### TASK INSTRUCTIONS
Could you copy out all of the entries exactly?

### Collected data entries
+++++
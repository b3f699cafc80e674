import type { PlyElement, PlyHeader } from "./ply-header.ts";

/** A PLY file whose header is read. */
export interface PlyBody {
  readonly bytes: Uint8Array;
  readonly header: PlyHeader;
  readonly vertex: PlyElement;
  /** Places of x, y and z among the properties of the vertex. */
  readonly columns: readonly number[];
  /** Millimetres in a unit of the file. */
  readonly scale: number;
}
+++++
### FINISHED EXERCISE
repository b3f699cafc80e674
import type { PlyElement, PlyHeader } from "./ply-header.ts";

/** A PLY file whose header is read. */
export interface PlyBody {
  readonly bytes: Uint8Array;
  readonly header: PlyHeader;
  readonly vertex: PlyElement;
  /** Places of x, y and z among the properties of the vertex. */
  readonly columns: readonly number[];
  /** Millimetres in a unit of the file. */
  readonly scale: number;
}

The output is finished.